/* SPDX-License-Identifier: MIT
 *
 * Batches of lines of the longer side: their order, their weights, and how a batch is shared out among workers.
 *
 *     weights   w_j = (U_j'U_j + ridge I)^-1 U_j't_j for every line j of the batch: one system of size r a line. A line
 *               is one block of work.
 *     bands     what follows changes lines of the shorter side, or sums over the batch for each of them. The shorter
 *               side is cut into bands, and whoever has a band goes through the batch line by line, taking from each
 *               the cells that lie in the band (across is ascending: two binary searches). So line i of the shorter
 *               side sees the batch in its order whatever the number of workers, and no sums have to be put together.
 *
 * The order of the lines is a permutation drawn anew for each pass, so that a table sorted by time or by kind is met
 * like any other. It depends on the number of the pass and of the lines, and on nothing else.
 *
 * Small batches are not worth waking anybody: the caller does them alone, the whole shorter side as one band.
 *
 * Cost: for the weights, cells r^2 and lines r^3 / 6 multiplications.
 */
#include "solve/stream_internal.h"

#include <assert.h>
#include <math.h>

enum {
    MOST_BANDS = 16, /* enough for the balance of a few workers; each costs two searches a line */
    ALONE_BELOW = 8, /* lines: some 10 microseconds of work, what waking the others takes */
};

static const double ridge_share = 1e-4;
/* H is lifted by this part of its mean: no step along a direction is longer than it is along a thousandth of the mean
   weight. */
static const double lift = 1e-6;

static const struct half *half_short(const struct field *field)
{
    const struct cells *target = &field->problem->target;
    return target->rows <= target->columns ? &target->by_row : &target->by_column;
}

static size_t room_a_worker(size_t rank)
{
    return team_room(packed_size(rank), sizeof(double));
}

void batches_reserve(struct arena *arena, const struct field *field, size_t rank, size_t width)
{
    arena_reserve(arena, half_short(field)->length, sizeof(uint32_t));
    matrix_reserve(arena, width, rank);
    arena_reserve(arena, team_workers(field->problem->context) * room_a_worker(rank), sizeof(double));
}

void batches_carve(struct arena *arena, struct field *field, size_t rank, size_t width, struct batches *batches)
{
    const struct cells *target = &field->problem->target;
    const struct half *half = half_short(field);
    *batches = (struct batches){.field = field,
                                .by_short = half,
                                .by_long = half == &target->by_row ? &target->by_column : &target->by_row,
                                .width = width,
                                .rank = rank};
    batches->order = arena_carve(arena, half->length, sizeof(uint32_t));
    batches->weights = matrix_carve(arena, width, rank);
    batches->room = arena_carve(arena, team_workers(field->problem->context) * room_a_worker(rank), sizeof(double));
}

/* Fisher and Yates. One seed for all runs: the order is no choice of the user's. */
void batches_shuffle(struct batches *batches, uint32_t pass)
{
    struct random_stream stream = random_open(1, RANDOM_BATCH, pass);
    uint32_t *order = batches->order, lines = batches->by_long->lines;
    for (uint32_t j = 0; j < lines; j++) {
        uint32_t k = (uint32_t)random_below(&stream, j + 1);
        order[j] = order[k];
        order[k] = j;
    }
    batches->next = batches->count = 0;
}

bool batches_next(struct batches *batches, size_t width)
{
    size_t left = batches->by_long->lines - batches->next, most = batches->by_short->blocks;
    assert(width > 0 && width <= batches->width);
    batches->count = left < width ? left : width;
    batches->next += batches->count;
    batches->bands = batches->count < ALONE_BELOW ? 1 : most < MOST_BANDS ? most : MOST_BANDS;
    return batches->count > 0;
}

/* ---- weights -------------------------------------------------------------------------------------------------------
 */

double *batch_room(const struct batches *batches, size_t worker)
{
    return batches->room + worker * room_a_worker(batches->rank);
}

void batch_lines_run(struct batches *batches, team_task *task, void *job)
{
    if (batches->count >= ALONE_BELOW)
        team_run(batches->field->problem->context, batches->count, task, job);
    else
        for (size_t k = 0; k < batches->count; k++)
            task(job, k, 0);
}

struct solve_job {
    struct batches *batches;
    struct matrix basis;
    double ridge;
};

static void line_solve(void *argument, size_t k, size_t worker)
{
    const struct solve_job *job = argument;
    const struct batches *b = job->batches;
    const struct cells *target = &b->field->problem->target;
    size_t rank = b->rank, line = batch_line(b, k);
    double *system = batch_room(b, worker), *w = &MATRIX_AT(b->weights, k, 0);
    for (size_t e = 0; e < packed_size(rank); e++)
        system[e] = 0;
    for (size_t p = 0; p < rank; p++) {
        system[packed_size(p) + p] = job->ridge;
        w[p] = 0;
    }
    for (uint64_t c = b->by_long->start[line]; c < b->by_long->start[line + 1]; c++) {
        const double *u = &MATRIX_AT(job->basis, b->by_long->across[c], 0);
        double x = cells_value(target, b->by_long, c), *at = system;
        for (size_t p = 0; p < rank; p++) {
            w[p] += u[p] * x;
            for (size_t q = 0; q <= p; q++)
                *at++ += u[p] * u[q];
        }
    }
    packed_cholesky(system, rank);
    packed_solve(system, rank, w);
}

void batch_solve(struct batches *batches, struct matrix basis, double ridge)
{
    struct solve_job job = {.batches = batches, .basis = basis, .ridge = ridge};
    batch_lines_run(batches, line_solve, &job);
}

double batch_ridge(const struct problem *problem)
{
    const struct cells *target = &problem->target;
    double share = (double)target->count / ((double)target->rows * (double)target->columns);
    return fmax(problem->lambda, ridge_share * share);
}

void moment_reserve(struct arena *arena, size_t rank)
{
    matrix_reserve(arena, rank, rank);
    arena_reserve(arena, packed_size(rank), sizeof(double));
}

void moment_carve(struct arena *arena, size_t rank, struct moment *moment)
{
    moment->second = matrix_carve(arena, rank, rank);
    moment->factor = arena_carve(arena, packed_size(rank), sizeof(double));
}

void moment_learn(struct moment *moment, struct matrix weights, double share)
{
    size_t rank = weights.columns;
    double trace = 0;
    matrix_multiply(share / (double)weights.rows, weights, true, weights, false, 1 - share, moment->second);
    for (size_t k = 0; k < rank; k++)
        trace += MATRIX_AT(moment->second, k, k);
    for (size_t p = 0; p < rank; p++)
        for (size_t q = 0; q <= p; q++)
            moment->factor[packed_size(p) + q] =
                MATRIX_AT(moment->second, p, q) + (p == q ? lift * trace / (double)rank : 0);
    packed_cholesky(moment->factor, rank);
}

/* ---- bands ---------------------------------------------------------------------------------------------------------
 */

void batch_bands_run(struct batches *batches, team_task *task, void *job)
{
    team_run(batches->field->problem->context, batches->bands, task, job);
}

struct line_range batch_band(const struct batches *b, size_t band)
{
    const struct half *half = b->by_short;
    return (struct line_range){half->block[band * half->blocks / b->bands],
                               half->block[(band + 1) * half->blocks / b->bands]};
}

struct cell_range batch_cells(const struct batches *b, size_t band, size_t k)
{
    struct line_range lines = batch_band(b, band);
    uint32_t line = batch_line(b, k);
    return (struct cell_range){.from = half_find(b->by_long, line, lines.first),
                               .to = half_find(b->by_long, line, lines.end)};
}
+++++
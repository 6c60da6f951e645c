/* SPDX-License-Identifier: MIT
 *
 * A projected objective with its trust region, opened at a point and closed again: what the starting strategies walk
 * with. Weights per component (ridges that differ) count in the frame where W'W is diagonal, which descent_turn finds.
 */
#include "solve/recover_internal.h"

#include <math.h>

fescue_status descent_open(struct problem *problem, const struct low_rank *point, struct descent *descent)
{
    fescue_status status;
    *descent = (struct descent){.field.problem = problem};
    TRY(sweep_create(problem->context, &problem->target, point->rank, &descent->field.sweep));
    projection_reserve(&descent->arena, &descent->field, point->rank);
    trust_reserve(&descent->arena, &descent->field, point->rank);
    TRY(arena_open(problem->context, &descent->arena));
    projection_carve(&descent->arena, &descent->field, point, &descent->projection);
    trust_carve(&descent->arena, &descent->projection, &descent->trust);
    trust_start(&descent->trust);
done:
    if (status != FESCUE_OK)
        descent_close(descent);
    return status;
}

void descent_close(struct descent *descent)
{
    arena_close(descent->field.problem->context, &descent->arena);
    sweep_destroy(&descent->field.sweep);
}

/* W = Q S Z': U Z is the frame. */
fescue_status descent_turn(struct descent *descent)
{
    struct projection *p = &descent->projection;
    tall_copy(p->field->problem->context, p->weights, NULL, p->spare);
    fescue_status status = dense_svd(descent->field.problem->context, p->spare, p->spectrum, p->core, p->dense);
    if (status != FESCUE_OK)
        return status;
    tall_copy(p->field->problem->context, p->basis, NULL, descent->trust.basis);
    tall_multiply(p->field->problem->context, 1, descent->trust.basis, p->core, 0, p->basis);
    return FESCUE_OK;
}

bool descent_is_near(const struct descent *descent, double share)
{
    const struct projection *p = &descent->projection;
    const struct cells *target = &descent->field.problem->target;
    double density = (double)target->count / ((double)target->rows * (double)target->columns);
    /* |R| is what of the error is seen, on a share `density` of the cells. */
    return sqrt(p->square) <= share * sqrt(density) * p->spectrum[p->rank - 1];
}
+++++
> What is being asked
Print again the lines of the entries above that fall between the line holding "matrix_reserve(arena, width, rank);" and the line holding "batches->weights = matrix_carve(arena, width, rank);", inclusive, exactly as they stand.

> Answer to the exercise
    matrix_reserve(arena, width, rank);
    arena_reserve(arena, team_workers(field->problem->context) * room_a_worker(rank), sizeof(double));
}

void batches_carve(struct arena *arena, struct field *field, size_t rank, size_t width, struct batches *batches)
{
    const struct cells *target = &field->problem->target;
    const struct half *half = half_short(field);
    *batches = (struct batches){.field = field,
                                .by_short = half,
                                .by_long = half == &target->by_row ? &target->by_column : &target->by_row,
                                .width = width,
                                .rank = rank};
    batches->order = arena_carve(arena, half->length, sizeof(uint32_t));
    batches->weights = matrix_carve(arena, width, rank);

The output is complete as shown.